Adapted a custom class function to take in multiple models and their respective parameters and pass in through Gridsearch CV.

The main hyperparameters that i was tuning for included:
- max features
- minimum document frequency
- maximum document frequency 
- ngram range 

The Model mixes (not too unlike above were):
- CVEC + Bernoulli / Multinomial Bayes
- TVEC + Bernoulli / Multinomial Bayes

Ran them through the function to optimise for different metrics:
- Accuracy: TVEC + Multinomial 0.897 (0.9 max df, 750 max features, 3 min df, n gram (1,1)) 
- Balanced Accuracy: CVEC + Bernoulli 0.889 (0.9 max df, 750 max features, 3 min df, n gram (1,1))
- F1 score: TVEC + Multinomial 0.870 (0.9 max df, 750 max features, 3 min df, n gram (1,1))
- Specificity: TVEC + Multinomial 0.908 (0.95 max df, 750 max features, 3 min df, n gram (1,1))

Overall it seemed like the plain models still worked better than the hyper-tuned ones!

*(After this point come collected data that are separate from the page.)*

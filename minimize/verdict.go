package minimize

import (
	"context"
	"fmt"
	"math"
	"strings"

	"github.com/tenter-go/tenter/field"
	"github.com/tenter-go/tenter/lattice"
)

// A Verdict says which conditions of an over-determined least residual the field
// equation cannot meet together, and what each would have to give.
type Verdict struct {
	Cost   float64 // of the history that was found
	Excess int     // equations and hard linear conditions above unknowns
	Met    bool    // the residual is within the tolerance: nothing needs relaxing

	// Reliefs has every pinned condition that pushes, by at least a millionth of
	// the largest push, the one that saves most first. Of those that save as much,
	// within Alike, the one with the fewest values comes first, and then the one
	// that moves least. Empty if Met.
	Reliefs []Relief

	// Tied is how many of the first reliefs save as much with equally few values:
	// there is no reason but the moves, and what one knows of the data, to prefer
	// one of them.
	Tied int
}

// A Relief is what comes of giving up one condition and keeping all others.
type Relief struct {
	Kind   string        // of the condition, as its reactions have it
	Event  lattice.Event // its first value
	Values int           // how many values it holds
	Push   float64       // its largest |∂cost/∂φ|

	// Saving is by how much the least cost would go down, ½λᵀS⁻¹λ, with λ the
	// multipliers of the values and S their derivatives by the values, but no more
	// than Cost. It is exact for a linear equation. Where the solution for S⁻¹λ was cut short it is
	// a lower bound, and Partial is set. With noise of the strength q in the
	// equation, √(2 Saving) is how many standard deviations a single value is off
	// what all other conditions tell of it.
	Saving  float64
	Partial bool

	// Move is the largest change of a value of the condition when it is given
	// up, and At where; of all moves that save as much, the least.
	Move float64
	At   lattice.Event

	// Confirmed is by how much the history of another solve without the condition
	// costs less. Unless Settled that solve did not converge, and there may be
	// one that costs less still. It is NaN for conditions further down, and for
	// ends without an equation and lifted rows, which cannot be given up.
	Confirmed float64
	Settled   bool

	group *group
}

// Relaxing is the settings of a verdict. The zero value works; so does a nil
// pointer.
type Relaxing struct {
	// Apart takes every pinned event as a condition of its own. Otherwise a slice
	// is one condition, and so are the parts of a slice, an end, and an event.
	Apart bool

	// Confirm is how many of the first reliefs are confirmed by another solve. 0
	// means 3, a negative number none.
	Confirm int

	// Alike is by which fraction of the cost a saving may be below the largest and
	// still count as equal to it. 0 means 0.01.
	Alike float64
}

// Verdict finds what each pinned condition of a least residual would save if it
// alone were given up: a slice, the parts of a slice, an end, or an event. λ and
// S come from the factor at hand; S⁻¹λ from conjugate gradients, which for m
// equations above the number of unknowns take m steps or fewer, each a solve. The
// first few are confirmed by solving again without the condition.
//
// In an over-determined problem it is seldom one condition alone that is wrong:
// with m equations too many any condition that tells on the residual can give
// way and lower the cost, and the whole of a slice can nearly always. Hence the
// number of values and the moves, which come with the saving.
//
// Observations and other soft conditions yield by themselves; what they are
// overruled by is in Found.Misfits. Linear conditions are kept.
//
// The error is a *Refusal for a minimum, whose conditions cost nothing that one
// could do without. A context that ends is returned with the reliefs so far.
func (q *Response) Verdict(ctx context.Context, how *Relaxing) (*Verdict, error) {
	if q.k.jac == nil {
		return nil, &Refusal{Problem: "verdict on the conditions of a " + q.found.Report.Problem, Why: "its equations are as many as its unknowns; want a least residual"}
	}
	if how == nil {
		how = new(Relaxing)
	}
	alike := how.Alike
	if !(alike >= 0) {
		return nil, fmt.Errorf("minimize: savings that are alike to %v of the cost; want a number ≥ 0 (0 for the default)", alike)
	}
	if alike == 0 {
		alike = 0.01
	}
	confirm := how.Confirm
	if confirm == 0 {
		confirm = 3
	}
	r := q.found.Report
	v := &Verdict{Cost: r.CostAfter, Excess: len(q.k.rows) + len(q.p.free.HardRows()) - q.p.free.N, Met: r.After.Max <= r.Tolerance}
	if v.Met {
		return v, nil
	}
	for _, g := range q.groups(how.Apart) {
		if ctx.Err() != nil {
			v.rank(alike)
			return v, context.Cause(ctx)
		}
		if r := q.relieve(g); r.Saving > 0 {
			r.Saving = min(r.Saving, v.Cost)
			v.Reliefs = append(v.Reliefs, r)
		}
	}
	v.rank(alike)
	for i := range min(confirm, len(v.Reliefs)) {
		if err := q.confirm(ctx, &v.Reliefs[i]); err != nil {
			return v, err
		}
	}
	v.rank(alike)
	return v, nil
}

// relieve finds the saving of one condition by conjugate gradients on Sy = −λ.
func (q *Response) relieve(g *group) Relief {
	relief := Relief{Kind: g.kind, Event: g.values[0].at, Values: len(g.values), Confirmed: math.NaN(), group: g}
	n := len(g.values)
	y, rest, along := make([]float64, n), make([]float64, n), make([]float64, n)
	var square float64
	for i, v := range g.values {
		relief.Push = max(relief.Push, math.Abs(v.push))
		rest[i], along[i] = -v.push, -v.push
		square += v.push * v.push
	}
	const (
		most     = 200
		enough   = 1e-9  // of the saving, by which a step must still raise it
		rounding = 1e-13 // of the stiffness of a value that moves alone
	)
	relief.Partial = n > most
	for range min(most, n) {
		image := q.stiffness(g, along)
		var curvature float64
		for i, a := range along {
			curvature += a * image[i]
		}
		if !(curvature > rounding*square*q.k.largest) {
			relief.Partial = false // what is left is noise
			break
		}
		step := square / curvature
		gain := 0.5 * step * square
		relief.Saving += gain
		var next float64
		for i, a := range along {
			y[i] += step * a
			rest[i] -= step * image[i]
			next += rest[i] * rest[i]
		}
		if n == 1 || gain <= enough*relief.Saving || next == 0 {
			relief.Partial = false
			break
		}
		for i, r := range rest {
			along[i] = r + next/square*along[i]
		}
		square = next
	}
	g.move = y
	for i, v := range y {
		if math.Abs(v) >= math.Abs(relief.Move) {
			relief.Move, relief.At = v, g.values[i].at
		}
	}
	return relief
}

// stiffness returns how the multipliers of a group change when its values move by
// y and the rest of the history follows.
func (q *Response) stiffness(g *group, y []float64) []float64 {
	l := g.load(y)
	gradient := q.k.gradient(l, q.k.solve([]load{l})[0])
	change := make([]float64, len(y))
	for i, v := range g.values {
		for _, m := range v.joined {
			change[i] += gradient[m]
		}
	}
	return change
}

// confirm solves again without a condition, from the history that the linear
// response predicts.
func (q *Response) confirm(ctx context.Context, r *Relief) error {
	g := r.group
	if g.fixed {
		return nil
	}
	start := field.NewHistory(q.p.h.Block, q.p.h.Components)
	for e, d := range q.k.solve([]load{g.load(g.move)})[0].moved.Data {
		start.Data[e] = q.p.h.Data[e] + d
	}
	set := q.p.set
	set.Progress, set.Watch, set.Trace = nil, nil, false
	if set.Iterations == 0 {
		set.Iterations = 40 // it starts near by
	}
	found, err := LeastResidual(ctx, q.s, q.held.Without(g.holds), start, &set)
	switch {
	case ctx.Err() != nil:
		return context.Cause(ctx)
	case found != nil:
		r.Confirmed, r.Settled = q.found.Report.CostAfter-found.Report.CostAfter, err == nil
	default:
		return fmt.Errorf("minimize: verdict, without the %s at %v: %w", r.Kind, r.Event, err)
	}
	return nil
}

// String returns the verdict as a table for a terminal, the first ten reliefs.
func (v *Verdict) String() string {
	var b strings.Builder
	fmt.Fprintf(&b, "verdict: %d equations above the unknowns, cost %.6g; ", v.Excess, v.Cost)
	switch {
	case v.Met:
		b.WriteString("the equation meets all conditions, nothing needs relaxing")
		return b.String()
	case len(v.Reliefs) == 0:
		b.WriteString("no pinned condition pushes")
		return b.String()
	case v.Tied > 1:
		fmt.Fprintf(&b, "a tie: giving up any of the first %d saves as much", v.Tied)
	default:
		fmt.Fprintf(&b, "the cheapest to give up is the %s at %s", v.Reliefs[0].Kind, place(v.Reliefs[0].Event))
	}
	const most = 10
	for i, r := range v.Reliefs {
		if i == most {
			fmt.Fprintf(&b, "\n  and %d more", len(v.Reliefs)-most)
			break
		}
		fmt.Fprintf(&b, "\n  %v", r)
	}
	return b.String()
}

// String returns the relief in one line.
func (r Relief) String() string {
	bound, confirmed := "", ""
	if r.Partial {
		bound = "at least "
	}
	if !math.IsNaN(r.Confirmed) {
		confirmed = fmt.Sprintf(" (%.6g confirmed)", r.Confirmed)
		if !r.Settled {
			confirmed = fmt.Sprintf(" (at least %.6g confirmed)", r.Confirmed)
		}
	}
	values := "1 value"
	if r.Values > 1 {
		values = fmt.Sprintf("%d values", r.Values)
	}
	return fmt.Sprintf("%s at %s, %s: saves %s%.6g%s, moves by up to %.4g at %s",
		r.Kind, place(r.Event), values, bound, r.Saving, confirmed, r.Move, place(r.At))
}

// place returns an event without the last digits of its coordinates.
func place(e lattice.Event) string { return fmt.Sprintf("(x, t) = (%.6g, %.6g)", e.X, e.T) }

**Fitting against other models**

**CountVect + Log Reg**

- without tuning (train score: 1, test score: 0.919)
- with tuning (train score: 0.916, test score: 0.888)
- Sensitivity: 0.8382
- Specificity: 0.948
- Precision: 0.9177
- Accuracy: 0.9031
- F1 Score: 0.8761

**TFIDFVect + Log Reg** 

- without tuning (train score: 0.961, test score: 0.865)
- with tuning (train score: 0.899, test score: 0.867)
- Sensitivity: 0.815
- Specificity: 0.976
- Precision: 0.9592
- Accuracy: 0.9102
- F1 Score: 0.8812

**Decision Tree**
- Grid search best train score: 0.849
- Grid search best test score: 0.804


**Verdict** 

- Untuned Naive Bayes Model (countvect + Multinomial) tied with untuned Countvect + log reg for the higest accuracy score 
- TFIDF + Log reg had the highest F1 score at 0.88 

It was curious that the untuned models consistently performed better than their tuned counterparts - perhaps this was a result of the lack of proper tuning? (maybe i should have explored a wider range of parameters). 

I am also unsure why amongst the tuned models, the optimal hyperparameters selected were unigram only since intuitively, bigrams would have made for better contextual classification. 

In terms of usage, I am unsure that the model can serve as a good classifier of updated future reddit posts as the list of words used in both TIL and world news would probably be constantly changing? it would probably have to be trained over a larger dataset over time.